Hay mucha leyendas sobre el origen del
Tawantinsuyo, una ellas cuenta que hacia el siglo XII,
emergieron de las aguas del lago Titicaca, Manco Cápac
y su hermana y esposa Mama Ocllo, semidioses e hijos
del padre Inti (el dios Sol), con la misión de fundar un
nuevo reino que mejorara las condiciones de vida de los
pueblos. Manco Cápac y Mama Ocllo tendrían que caminar hasta
encontrar un lugar en la tierra en donde se hundiera el gran
cetro de oro que portaba Manco Cápac, caminaron al norte y
llegaron hasta Pacárec Tampu (Pacaritambo) en donde
descansaron en una pequeña cueva; al amanecer continuaron
hacia el norte hasta llegar al cerro Huanacaure y allí se
hundió el cetro, y fundó la ciudad de Cusco (voz quechua: el
ombligo del mundo). Lo cierto es que las culturas del
Altiplano como Wari y Tiahuanaco tuvieron gran
influencia en la Cultura Inka, los primeros pobladores
formaron el Hanan Cusco con tecnología agrícola y
arquitectura mas desarbolada. Habitantes de otras comarcas
enterados de los sucesos se plegaron, y así se inició el Tahuantisuyo,
el gran imperio de los Incas, cuyos límites, tras 14
sucesores de linaje real, llegaron hasta Colombia por el
norte, y el norte de Chile y Argentina por el sur; como
capital alcanzó su máximo esplendor la ciudad de Cusco.

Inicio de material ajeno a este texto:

/** Which window can be opened on this machine, and with which words. */
import { existsSync, readFileSync } from "node:fs";
import { delimiter, join } from "node:path";

type Environment = NodeJS.ProcessEnv;

/** Windows and macOS always have one; elsewhere X11 or Wayland say so. */
export function hasDisplay(env: Environment = process.env, platform: NodeJS.Platform = process.platform): boolean {
  return platform === "win32" || platform === "darwin" || Boolean(env.DISPLAY) || Boolean(env.WAYLAND_DISPLAY);
}

/**
 * Electron's binary as its installer noted it, or null. Never by loading the electron package, which would go and fetch a
 * missing binary from the network.
 */
export function findElectron(root: string): string | null {
  const home = join(root, "node_modules", "electron");
  try {
    const path = join(home, "dist", readFileSync(join(home, "path.txt"), "utf8").trim());
    return existsSync(path) ? path : null;
  } catch {
    return null;
  }
}

const NAMES = [
  "chromium",
  "chromium-browser",
  "google-chrome",
  "google-chrome-stable",
  "microsoft-edge",
  "brave-browser",
];

function usualPlaces(env: Environment): string[] {
  const programs = [env.PROGRAMFILES, env["PROGRAMFILES(X86)"], env.LOCALAPPDATA].filter(
    (folder) => folder !== undefined,
  );
  return [
    ...programs.map((folder) => join(folder, "Microsoft", "Edge", "Application", "msedge.exe")),
    ...programs.map((folder) => join(folder, "Google", "Chrome", "Application", "chrome.exe")),
    "/Applications/Google Chrome.app/Contents/MacOS/Google Chrome",
    "/Applications/Chromium.app/Contents/MacOS/Chromium",
  ];
}

/** A browser that can show a page as a window of its own; CHROMIUM names one that goes before all others. */
export function findBrowser(env: Environment = process.env): string | null {
  const onPath = (env.PATH ?? "")
    .split(delimiter)
    .filter((folder) => folder !== "")
    .flatMap((folder) => NAMES.map((name) => join(folder, name)));
  const named = env.CHROMIUM === undefined ? [] : [env.CHROMIUM];
  return [...named, ...onPath, ...usualPlaces(env)].find((path) => existsSync(path)) ?? null;
}

/** Chromium refuses its own sandbox to root; only our own pages are ever shown in it. */
function rootFlags(): string[] {
  return process.getuid?.() === 0 ? ["--no-sandbox"] : [];
}

export function electronCommand(root: string): string[] {
  return [...rootFlags(), root];
}

/** A profile of its own, so that closing the window ends the process, and nothing that speaks to the network. */
export function browserCommand(address: string, dataFolder: string): string[] {
  return [
    ...rootFlags(),
    `--app=${address}`,
    `--user-data-dir=${join(dataFolder, "window")}`,
    "--window-size=1360,860",
    "--no-first-run",
    "--no-default-browser-check",
    "--disable-background-networking",
    "--disable-component-update",
    "--disable-sync",
    "--disable-domain-reliability",
    "--disable-client-side-phishing-detection",
    "--no-pings",
  ];
}
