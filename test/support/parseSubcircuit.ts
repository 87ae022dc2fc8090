/** An element as a netlist has it, by the rules of SPICE and nothing else. */
export interface NetlistElement {
  readonly name: string;
  readonly nodes: readonly string[];
  /** Value of a resistor or capacitor; null elsewhere. */
  readonly value: number | null;
  /** Model or subcircuit; null for a resistor or capacitor. */
  readonly model: string | null;
  readonly parameters: Readonly<Record<string, number>>;
}

export interface Subcircuit {
  readonly name: string;
  readonly ports: readonly string[];
  readonly elements: readonly NetlistElement[];
}

const nodeCount: Readonly<Record<string, number>> = { R: 2, C: 2, Q: 3, M: 4 };

/** The subcircuits of a netlist text, by name. */
export function parseSubcircuits(text: string): ReadonlyMap<string, Subcircuit> {
  const found = new Map<string, Subcircuit>();
  // The first line of a SPICE file is its title, whatever it says.
  const lines = text
    .split('\n')
    .slice(1)
    .map((line) => line.trim());
  let open: { name: string; ports: string[]; elements: NetlistElement[] } | null = null;
  for (const line of lines) {
    if (line === '' || line.startsWith('*')) continue;
    const [first = '', ...rest] = line.split(/\s+/);
    if (first === '.subckt') open = { name: rest[0]!, ports: rest.slice(1), elements: [] };
    else if (first === '.ends' && open !== null) {
      found.set(open.name, open);
      open = null;
    } else if (open !== null && /^[RCQMX]/.test(first)) open.elements.push(element(first, rest));
  }
  return found;
}

function element(name: string, words: readonly string[]): NetlistElement {
  const plain = words.filter((word) => !word.includes('='));
  const parameters = Object.fromEntries(
    words
      .filter((word) => word.includes('='))
      .map((word) => {
        const [key, value] = word.split('=');
        return [key!, Number(value)];
      }),
  );
  const nodes = plain.slice(0, nodeCount[name[0]!] ?? plain.length - 1);
  const last = plain.at(-1)!;
  const passive = name[0] === 'R' || name[0] === 'C';
  return { name, nodes, value: passive ? Number(last) : null, model: passive ? null : last, parameters };
}
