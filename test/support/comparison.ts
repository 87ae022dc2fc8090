import { compare } from '../../generator/compare.ts';
import type { Comparison } from '../../generator/loop/Comparison.ts';
import type { ComparedLaw } from '../../generator/loop/compareLaws.ts';
import type { LawKind } from '../../generator/spec/Specification.ts';
import { type Keys, requestOf } from './request.ts';

/** The comparison of a specification; throws where none is made. */
export async function comparisonOf(keys: Keys): Promise<Comparison> {
  const outcome = compare(await requestOf(keys));
  if (!outcome.ok) throw new Error(JSON.stringify(outcome.problems, null, 2));
  return outcome.value;
}

export function lawOf({ laws }: Comparison, kind: LawKind): ComparedLaw {
  const found = laws.find(({ law }) => law.kind === kind);
  if (found === undefined) throw new Error(`${kind} is not among the laws compared`);
  return found;
}

/** Figures that leave nothing to tolerance or to what is assumed otherwise. */
export const exactBuck: Keys = {
  inductance: '10 uH',
  frequency: '500 kHz',
  senseGain: '50 mOhm',
};
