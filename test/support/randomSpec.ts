import fc from 'fast-check';
import type { Keys } from './request.ts';

/** Decades alike, to four digits: what a person would write. */
function logarithmic(low: number, high: number): fc.Arbitrary<number> {
  return fc
    .double({ min: Math.log(low), max: Math.log(high), noNaN: true })
    .map((exponent) => Number(Math.exp(exponent).toPrecision(4)));
}

/** Most often absent or at an end, where edges are. */
function between(low: number, high: number): fc.Arbitrary<number> {
  return fc
    .oneof(
      { weight: 1, arbitrary: fc.constantFrom(low, high) },
      { weight: 4, arbitrary: fc.double({ min: low, max: high, noNaN: true }) },
    )
    .map((value) => Number(value.toPrecision(4)));
}

const tolerance = fc.oneof(
  fc.constant(''),
  fc.constantFrom(1, 5, 10, 20, 30).map((percent) => ` ± ${percent} %`),
);

function ranged(low: fc.Arbitrary<number>, span: number, unit: string, scale = 1): fc.Arbitrary<string> {
  const ratios = span > 1.01 ? fc.oneof(fc.constant(1), between(1.01, span)) : fc.constant(1);
  return fc.tuple(low, ratios).map(([from, ratio]) => {
    const text = (value: number) => `${Number((value / scale).toPrecision(4))} ${unit}`;
    return ratio === 1 ? text(from) : `${text(from)} to ${text(from * ratio)}`;
  });
}

function toleranced(value: fc.Arbitrary<string>): fc.Arbitrary<string> {
  return fc.tuple(value, tolerance).map(([text, suffix]) => text + suffix);
}

const input = fc
  .tuple(logarithmic(2, 400), fc.oneof(fc.constant(1), logarithmic(1.05, 30)))
  .map(([low, ratio]) => ({ low, high: Number(Math.min(400, low * ratio).toPrecision(4)) }))
  .map(({ low, high }) => ({ low: Math.min(low, high), high }));

/** As shares of the highest input: nothing known, a value, a range, a list. */
const outputShares = fc.oneof(
  fc.constant(null),
  between(0.02, 0.98).map((share) => [[share, share]]),
  fc.tuple(between(0.01, 0.6), between(1.05, 8)).map(([low, ratio]) => [[low, Math.min(1.02, low * ratio)]]),
  fc.array(
    between(0.02, 0.9).map((share) => [share, share]),
    { minLength: 2, maxLength: 3 },
  ),
);

const optional = <T>(value: fc.Arbitrary<T>, weight = 1) =>
  fc.oneof({ weight, arbitrary: fc.constant(undefined) }, { weight: 1, arbitrary: value });

const rest = fc.record({
  'inductance.value': toleranced(ranged(logarithmic(5e-7, 1e-3), 10, 'uH', 1e-6)),
  frequency: toleranced(ranged(logarithmic(2e4, 3e6), 1.5, 'kHz', 1e3)),
  maximumDuty: optional(between(0.3, 0.97).map((duty) => `${Number((100 * duty).toPrecision(4))} %`)),
  'rectifier.drop': optional(toleranced(ranged(between(0.2, 0.9), 1, 'V'))),
  'losses.switch': optional(toleranced(ranged(logarithmic(1e-3, 0.2), 1, 'mOhm', 1e-3)), 2),
  'losses.winding': optional(toleranced(ranged(logarithmic(1e-3, 0.2), 1, 'mOhm', 1e-3)), 2),
  'losses.rectifier': optional(toleranced(ranged(logarithmic(1e-3, 0.2), 1, 'mOhm', 1e-3)), 2),
  load: optional(ranged(logarithmic(0.01, 3), 10, 'A')),
  minimumOnTime: optional(ranged(logarithmic(1e-8, 4e-7), 1, 'ns', 1e-9), 3),
  senseGain: optional(toleranced(ranged(logarithmic(1e-3, 0.1), 1, 'mV/A', 1e-3))),
  'goal.dampingIndex': optional(between(0.7, 1.2)),
  'ramp.law': optional(fc.constantFrom('vin', 'fixed')),
  'ramp.supply': optional(toleranced(ranged(between(3, 12), 1, 'V')), 2),
  'ramp.capacitance': optional(toleranced(ranged(logarithmic(5e-11, 5e-9), 1, 'pF', 1e-12)), 5),
  'ramp.series.resistor': optional(fc.constantFrom('E12', 'E24', 'E48', 'E96', 'E192'), 2),
  'ramp.series.capacitor': optional(fc.constantFrom('E6', 'E12', 'E24'), 2),
});

/** Specifications as a user writes them, all of them sound in form; many are impossible as circuits. */
export const randomKeys: fc.Arbitrary<Keys> = fc
  .tuple(input, outputShares, rest, optional(between(0.5, 2), 6))
  .map(([{ low, high }, shares, others, gain]) => {
    const volts = (share: number) => `${Number((share * high).toPrecision(4))} V`;
    const spans = shares?.map(([from, to]) =>
      from === to ? volts(from!) : `${volts(from!)} to ${volts(to!)}`,
    );
    const scale = others['ramp.law'] === 'fixed' ? high / 2 : 1;
    return withoutUndefined({
      input: low === high ? `${low} V` : `${low} V to ${high} V`,
      output: spans && (spans.length === 1 ? spans[0] : spans),
      ...others,
      'ramp.gain':
        gain === undefined
          ? undefined
          : others['ramp.law'] === 'fixed'
            ? `${Number((gain * scale).toPrecision(4))} V`
            : gain,
    });
  });

function withoutUndefined(keys: Record<string, unknown>): Keys {
  return Object.fromEntries(Object.entries(keys).filter(([, value]) => value !== undefined)) as Keys;
}
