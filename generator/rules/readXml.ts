import { XMLParser, XMLValidator } from 'fast-xml-parser';
import { failure, type Outcome, type Problem, success } from '../base/Problem.ts';
import { placeAt, type SourceText } from './SourceText.ts';

/** Bounds of a deck file: an honest one is far below each. */
export const deckBounds = { characters: 262_144, depth: 8 } as const;

/** An element with where it stands; its text is read from the source, where positions are true. */
export interface XmlElement {
  readonly name: string;
  readonly attributes: ReadonlyMap<string, string>;
  readonly children: readonly XmlElement[];
  /** Index of its `<`. */
  readonly start: number;
  /** From behind the opening tag to before the closing one. */
  readonly contentFrom: number;
  readonly contentTo: number;
}

/**
 * Reads an XML document into its root element: size and forbidden markup first, then well-formedness,
 * then the tree. Document types and processing instructions are refused, so no entity is ever defined.
 * @returns the root, or the problems that keep it from being read
 */
export function readXml(source: SourceText): Outcome<XmlElement> {
  const forbidden = forbiddenMarkup(source);
  if (forbidden !== null) return failure([forbidden]);
  const verdict = XMLValidator.validate(source.text);
  if (verdict !== true) return failure([illFormed(source, verdict.err)]);
  let nodes: unknown;
  try {
    nodes = parser().parse(source.text);
  } catch (error) {
    return failure([refusedByParser(source, error)]);
  }
  const roots = elementsOf(nodes, source.text);
  const [root, second] = roots;
  if (root === undefined || second !== undefined) {
    const at = second?.start ?? 0;
    return failure([
      problem(source, at, 'xml-ill-formed', 'one root', `${roots.length}`, 'keep one ruleDeck'),
    ]);
  }
  return success(root);
}

function parser(): XMLParser {
  return new XMLParser({
    preserveOrder: true,
    captureMetaData: true,
    ignoreAttributes: false,
    attributeNamePrefix: '',
    parseTagValue: false,
    parseAttributeValue: false,
    trimValues: false,
    processEntities: false,
    maxNestedTags: deckBounds.depth,
  });
}

/** What no deck may hold, found before anything parses it; comments and CDATA are blanked first. */
function forbiddenMarkup(source: SourceText): Problem | null {
  const { text } = source;
  if (text.length > deckBounds.characters) {
    const expected = `at most ${deckBounds.characters} characters`;
    return problem(source, 0, 'xml-too-large', expected, `${text.length}`, 'split the deck');
  }
  // biome-ignore lint/suspicious/noControlCharactersInRegex: they are what is looked for
  const control = text.search(/[\u0000-\u0008\u000b\u000c\u000e-\u001f\u007f\ufffe\uffff]/);
  if (control >= 0) {
    return problem(source, control, 'xml-ill-formed', 'text', 'a control character', 'remove it');
  }
  const bare = text.replace(/<!--[\s\S]*?-->|<!\[CDATA\[[\s\S]*?\]\]>/g, (whole) => ' '.repeat(whole.length));
  const declaration = bare.indexOf('<!');
  if (declaration >= 0) {
    const received = bare.slice(declaration, declaration + 9);
    return problem(source, declaration, 'xml-refused', 'no document type', received, 'remove it');
  }
  const instruction = bare.search(/<\?(?!xml\s)/);
  const late = instruction >= 0 ? instruction : bare.indexOf('<?', 1);
  if (late < 0) return null;
  return problem(source, late, 'xml-refused', 'no processing instruction', '<?', 'remove it');
}

function illFormed(source: SourceText, error: { msg: string; line: number; col?: number }): Problem {
  const place = { path: source.path, line: error.line, column: error.col ?? 1 };
  const fix = 'mend the markup; in text write &lt; for < and &amp; for &';
  const text = { code: 'xml-ill-formed', expected: 'well-formed XML', received: error.msg, fix };
  return { ...text, severity: 'error', key: null, place };
}

function problem(
  source: SourceText,
  at: number,
  code: string,
  expected: string,
  received: string,
  fix: string,
): Problem {
  return { code, severity: 'error', key: null, place: placeAt(source, at), expected, received, fix };
}

/** The parser throws on elements nested too deep, and on names such as `__proto__`. */
function refusedByParser(source: SourceText, error: unknown): Problem {
  const message = error instanceof Error ? error.message : String(error);
  const reserved = /"(\w+)" is a reserved/.exec(message)?.[1];
  const at = reserved === undefined ? 0 : Math.max(0, source.text.indexOf(reserved));
  const received = reserved === undefined ? message : `the reserved name ${reserved}`;
  return problem(source, at, 'xml-refused', 'a plain rule deck', received, 'keep to its elements');
}

type ParsedNode = Readonly<Record<string | symbol, unknown>>;
const metadataKey = XMLParser.getMetaDataSymbol() as symbol;

function elementsOf(nodes: unknown, text: string): XmlElement[] {
  return (nodes as readonly ParsedNode[]).flatMap((node) => {
    const name = Object.keys(node).find((key) => key !== ':@' && key !== '#text' && key !== '?xml');
    return name === undefined ? [] : [elementOf(node, name, text)];
  });
}

function elementOf(node: ParsedNode, name: string, text: string): XmlElement {
  const { startIndex: start, endIndex: end } = node[metadataKey] as { startIndex: number; endIndex: number };
  const tagEnd = openingTagEnd(text, start);
  const isEmpty = text[tagEnd - 1] === '/';
  return {
    name,
    attributes: new Map(Object.entries((node[':@'] ?? {}) as Record<string, string>)),
    children: elementsOf(node[name], text),
    start,
    contentFrom: tagEnd + 1,
    contentTo: isEmpty ? tagEnd + 1 : text.lastIndexOf('</', end - 1),
  };
}

/** Index of the `>` that ends the tag; one inside a quoted value does not. */
function openingTagEnd(text: string, start: number): number {
  let quote: string | null = null;
  for (let i = start; i < text.length; i++) {
    const character = text[i]!;
    if (quote !== null) quote = character === quote ? null : quote;
    else if (character === '"' || character === "'") quote = character;
    else if (character === '>') return i;
  }
  return text.length - 1;
}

De los primeros Incas se sabe poco más que
nombres y leyendas siendo llamados Incas Míticos, más
información nos ha quedado a partir de Pachacútec (El
que remueve la tierra) (1448-1471), el gran conquistador,
quien además transformó Cusco, reconstruyéndolo, la
mayoría de los monumentos arqueológicos que hoy conocemos en
el Cusco fueron obra suya. Su hijo Tupac Llupanki fue
un gran conquistador, su nieto Waynacapac le dio
esplendor al imperio, sus bisnietos Huáscar y Atahuallpa,
se enfrascaron en luchas internas hasta la llegada de los
españoles y ocuparon la cuidad en 1533, gracias al apoyo de
los pueblos dominados por los Incas, que vieron en los
españoles sus libertadores, siendo finalmente sometidos
también por la corona española. En esta época Cusco era una
ciudad de admirable arquitectura en piedra con amplias plazas,
grandes templos y palacios decorados con abundantes piezas de
oro. Muchas de estas colosales construcciones han quedado para
la eternidad.
El Cusco español tiene como base los
cimientos de las murallas incaicas y el trazo de sus calles,
se edificaron numerosos edificios, iglesias, y se fundó una
floreciente escuela de arte (siglo XVII - XVIII), representada
por numerosos pintores y artífices (pinturas de la Escuela
Cusqueña, púlpito de San Blas, custodia de la Catedral
y de la Iglesia La Merced, etc.) La fusión cultural
andino hispano, ha determinado características muy especiales
en su arquitectura y población, ciudad de incomparable
belleza en el mundo, la cual conserva con orgullo sus
costumbres y tradiciones, a la vez que se incorpora
progresivamente a la modernidad. A esto se añade el
privilegiado escenario geográfico, de hermosos paisajes, en
la que se ha desarrollado. Cusco es el destino turístico más
visitado del Perú, y la riqueza de atractivos en la ciudad y
sus alrededores, así como la Ciudad Perdida de los Incas, Machupicchu,
la convierten en uno de los principales atractivos turísticos
del mundo, y le ofrecen una excelente calidad de servicios
turísticos.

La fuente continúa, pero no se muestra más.